What to produce: Below are the records. State how many of their lines hold the word "StepOf", and add nothing else.

Collected data entries:

--------

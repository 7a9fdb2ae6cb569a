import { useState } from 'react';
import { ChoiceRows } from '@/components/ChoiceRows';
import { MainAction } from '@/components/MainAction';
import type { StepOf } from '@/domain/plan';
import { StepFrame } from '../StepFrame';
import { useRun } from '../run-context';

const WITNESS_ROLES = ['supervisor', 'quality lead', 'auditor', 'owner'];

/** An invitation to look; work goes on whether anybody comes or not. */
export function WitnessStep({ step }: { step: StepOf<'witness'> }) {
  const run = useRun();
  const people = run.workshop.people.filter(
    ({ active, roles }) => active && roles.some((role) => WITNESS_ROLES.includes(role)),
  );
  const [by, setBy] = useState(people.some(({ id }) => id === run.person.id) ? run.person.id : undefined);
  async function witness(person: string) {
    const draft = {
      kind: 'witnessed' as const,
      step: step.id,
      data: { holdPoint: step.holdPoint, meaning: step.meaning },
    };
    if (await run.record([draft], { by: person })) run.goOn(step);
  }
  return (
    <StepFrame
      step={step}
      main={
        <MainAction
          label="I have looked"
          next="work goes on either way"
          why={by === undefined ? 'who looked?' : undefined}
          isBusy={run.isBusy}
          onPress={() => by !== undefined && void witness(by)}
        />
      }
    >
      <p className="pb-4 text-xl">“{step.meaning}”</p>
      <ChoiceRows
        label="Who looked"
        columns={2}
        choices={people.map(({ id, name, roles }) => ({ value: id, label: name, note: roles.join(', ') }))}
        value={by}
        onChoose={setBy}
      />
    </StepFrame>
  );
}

--------

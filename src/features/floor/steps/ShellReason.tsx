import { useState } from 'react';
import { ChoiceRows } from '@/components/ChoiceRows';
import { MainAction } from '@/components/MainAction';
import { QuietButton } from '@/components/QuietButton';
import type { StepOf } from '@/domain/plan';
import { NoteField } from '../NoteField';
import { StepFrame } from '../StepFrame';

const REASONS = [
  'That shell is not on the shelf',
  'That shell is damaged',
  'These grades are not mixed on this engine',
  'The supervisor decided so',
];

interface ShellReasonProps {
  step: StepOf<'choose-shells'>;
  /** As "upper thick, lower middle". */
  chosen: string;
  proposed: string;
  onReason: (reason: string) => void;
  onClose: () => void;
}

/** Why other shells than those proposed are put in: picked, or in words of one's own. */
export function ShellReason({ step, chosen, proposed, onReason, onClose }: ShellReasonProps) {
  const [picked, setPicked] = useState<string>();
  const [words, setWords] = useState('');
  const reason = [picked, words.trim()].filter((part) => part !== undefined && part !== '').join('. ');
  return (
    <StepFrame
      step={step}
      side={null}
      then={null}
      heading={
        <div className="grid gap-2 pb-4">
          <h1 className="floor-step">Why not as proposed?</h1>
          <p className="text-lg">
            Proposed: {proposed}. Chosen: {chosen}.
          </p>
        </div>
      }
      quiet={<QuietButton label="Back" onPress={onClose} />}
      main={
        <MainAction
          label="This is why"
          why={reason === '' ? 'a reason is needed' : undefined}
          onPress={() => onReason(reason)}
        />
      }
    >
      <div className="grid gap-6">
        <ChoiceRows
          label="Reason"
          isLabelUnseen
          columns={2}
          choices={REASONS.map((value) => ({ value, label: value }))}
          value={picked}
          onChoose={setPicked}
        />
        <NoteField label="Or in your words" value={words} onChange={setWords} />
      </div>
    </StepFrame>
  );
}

--------

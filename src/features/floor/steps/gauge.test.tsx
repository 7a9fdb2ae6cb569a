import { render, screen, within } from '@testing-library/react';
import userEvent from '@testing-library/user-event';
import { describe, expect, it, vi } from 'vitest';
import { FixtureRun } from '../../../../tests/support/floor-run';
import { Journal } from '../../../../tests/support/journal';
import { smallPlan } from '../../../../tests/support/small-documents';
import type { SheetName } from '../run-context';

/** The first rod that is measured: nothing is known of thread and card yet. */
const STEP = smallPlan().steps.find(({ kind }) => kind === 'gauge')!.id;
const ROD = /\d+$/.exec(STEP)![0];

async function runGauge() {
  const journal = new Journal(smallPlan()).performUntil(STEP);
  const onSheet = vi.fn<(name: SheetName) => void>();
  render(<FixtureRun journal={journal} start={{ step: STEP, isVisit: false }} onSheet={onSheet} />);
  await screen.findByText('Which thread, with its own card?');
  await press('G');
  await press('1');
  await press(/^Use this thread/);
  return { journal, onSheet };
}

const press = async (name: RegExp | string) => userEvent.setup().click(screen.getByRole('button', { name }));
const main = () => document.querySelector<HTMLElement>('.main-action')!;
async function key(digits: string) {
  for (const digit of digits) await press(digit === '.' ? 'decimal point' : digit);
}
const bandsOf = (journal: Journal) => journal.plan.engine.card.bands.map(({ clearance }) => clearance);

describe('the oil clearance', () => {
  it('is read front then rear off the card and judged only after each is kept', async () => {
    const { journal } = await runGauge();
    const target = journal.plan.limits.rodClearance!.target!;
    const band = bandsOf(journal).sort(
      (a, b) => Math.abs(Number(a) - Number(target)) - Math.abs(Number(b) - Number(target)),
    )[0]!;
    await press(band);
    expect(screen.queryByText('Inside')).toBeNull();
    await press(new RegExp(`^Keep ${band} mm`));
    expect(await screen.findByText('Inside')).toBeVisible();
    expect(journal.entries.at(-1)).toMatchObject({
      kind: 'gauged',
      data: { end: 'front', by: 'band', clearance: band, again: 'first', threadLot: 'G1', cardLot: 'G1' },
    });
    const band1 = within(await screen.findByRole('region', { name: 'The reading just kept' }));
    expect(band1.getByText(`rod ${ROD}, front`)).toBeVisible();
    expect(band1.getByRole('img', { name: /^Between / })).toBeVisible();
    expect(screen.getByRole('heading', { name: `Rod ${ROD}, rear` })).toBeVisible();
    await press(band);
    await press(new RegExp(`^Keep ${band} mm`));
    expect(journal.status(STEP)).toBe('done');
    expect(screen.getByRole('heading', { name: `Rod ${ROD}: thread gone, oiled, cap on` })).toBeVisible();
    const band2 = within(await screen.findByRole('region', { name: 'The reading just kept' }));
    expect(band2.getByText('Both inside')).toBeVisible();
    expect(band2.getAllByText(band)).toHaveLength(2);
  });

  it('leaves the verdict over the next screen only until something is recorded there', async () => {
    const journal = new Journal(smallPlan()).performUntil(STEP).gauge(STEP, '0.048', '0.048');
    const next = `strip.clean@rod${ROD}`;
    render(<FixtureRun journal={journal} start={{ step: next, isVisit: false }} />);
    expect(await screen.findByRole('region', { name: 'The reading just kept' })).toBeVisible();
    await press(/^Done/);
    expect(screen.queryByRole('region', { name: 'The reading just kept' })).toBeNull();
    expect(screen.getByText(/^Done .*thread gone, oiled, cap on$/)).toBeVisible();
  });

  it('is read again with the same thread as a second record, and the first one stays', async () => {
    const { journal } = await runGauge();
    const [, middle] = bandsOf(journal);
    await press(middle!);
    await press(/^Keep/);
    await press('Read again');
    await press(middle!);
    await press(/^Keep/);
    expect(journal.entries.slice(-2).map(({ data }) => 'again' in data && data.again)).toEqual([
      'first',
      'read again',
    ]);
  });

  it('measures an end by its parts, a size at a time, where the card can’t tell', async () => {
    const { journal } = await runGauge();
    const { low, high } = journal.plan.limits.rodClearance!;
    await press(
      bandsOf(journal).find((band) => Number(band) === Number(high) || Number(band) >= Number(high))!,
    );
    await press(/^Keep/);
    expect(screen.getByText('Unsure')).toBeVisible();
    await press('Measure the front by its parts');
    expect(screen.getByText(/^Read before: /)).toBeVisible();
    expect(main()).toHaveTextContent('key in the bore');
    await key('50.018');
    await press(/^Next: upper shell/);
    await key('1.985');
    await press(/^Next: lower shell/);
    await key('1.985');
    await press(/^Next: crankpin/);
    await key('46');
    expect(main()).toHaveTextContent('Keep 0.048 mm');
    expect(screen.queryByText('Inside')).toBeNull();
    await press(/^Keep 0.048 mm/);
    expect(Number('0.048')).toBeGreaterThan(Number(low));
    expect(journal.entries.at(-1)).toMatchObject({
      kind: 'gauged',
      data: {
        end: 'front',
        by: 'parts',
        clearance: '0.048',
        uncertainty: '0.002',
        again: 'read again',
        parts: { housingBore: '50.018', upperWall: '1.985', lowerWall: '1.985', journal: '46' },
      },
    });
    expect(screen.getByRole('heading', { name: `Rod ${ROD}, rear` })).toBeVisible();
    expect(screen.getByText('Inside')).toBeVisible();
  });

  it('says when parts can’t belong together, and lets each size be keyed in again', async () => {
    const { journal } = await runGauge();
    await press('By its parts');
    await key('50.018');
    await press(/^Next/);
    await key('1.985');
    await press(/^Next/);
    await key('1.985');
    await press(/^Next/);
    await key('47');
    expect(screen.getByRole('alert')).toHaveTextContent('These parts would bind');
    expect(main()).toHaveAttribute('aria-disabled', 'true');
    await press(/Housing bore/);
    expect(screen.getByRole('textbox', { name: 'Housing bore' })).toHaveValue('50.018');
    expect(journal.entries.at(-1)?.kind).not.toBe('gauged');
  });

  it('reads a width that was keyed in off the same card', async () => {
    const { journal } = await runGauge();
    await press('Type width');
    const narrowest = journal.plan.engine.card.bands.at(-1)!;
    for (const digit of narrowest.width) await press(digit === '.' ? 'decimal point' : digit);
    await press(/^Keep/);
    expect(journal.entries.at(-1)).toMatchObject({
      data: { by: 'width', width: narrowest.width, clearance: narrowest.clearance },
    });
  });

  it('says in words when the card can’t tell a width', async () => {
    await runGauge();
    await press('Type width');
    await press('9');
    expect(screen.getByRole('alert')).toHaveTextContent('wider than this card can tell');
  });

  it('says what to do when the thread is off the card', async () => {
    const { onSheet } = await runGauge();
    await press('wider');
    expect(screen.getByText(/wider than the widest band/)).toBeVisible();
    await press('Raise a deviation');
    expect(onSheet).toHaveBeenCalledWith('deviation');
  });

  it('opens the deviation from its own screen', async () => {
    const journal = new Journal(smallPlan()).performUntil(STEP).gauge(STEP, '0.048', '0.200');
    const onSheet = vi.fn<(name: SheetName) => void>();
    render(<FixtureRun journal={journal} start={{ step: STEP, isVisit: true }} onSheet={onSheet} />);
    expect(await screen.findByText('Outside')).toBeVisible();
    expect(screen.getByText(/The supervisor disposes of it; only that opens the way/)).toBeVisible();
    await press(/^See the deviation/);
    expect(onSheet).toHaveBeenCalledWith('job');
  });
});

--------

Answer to the exercise: 4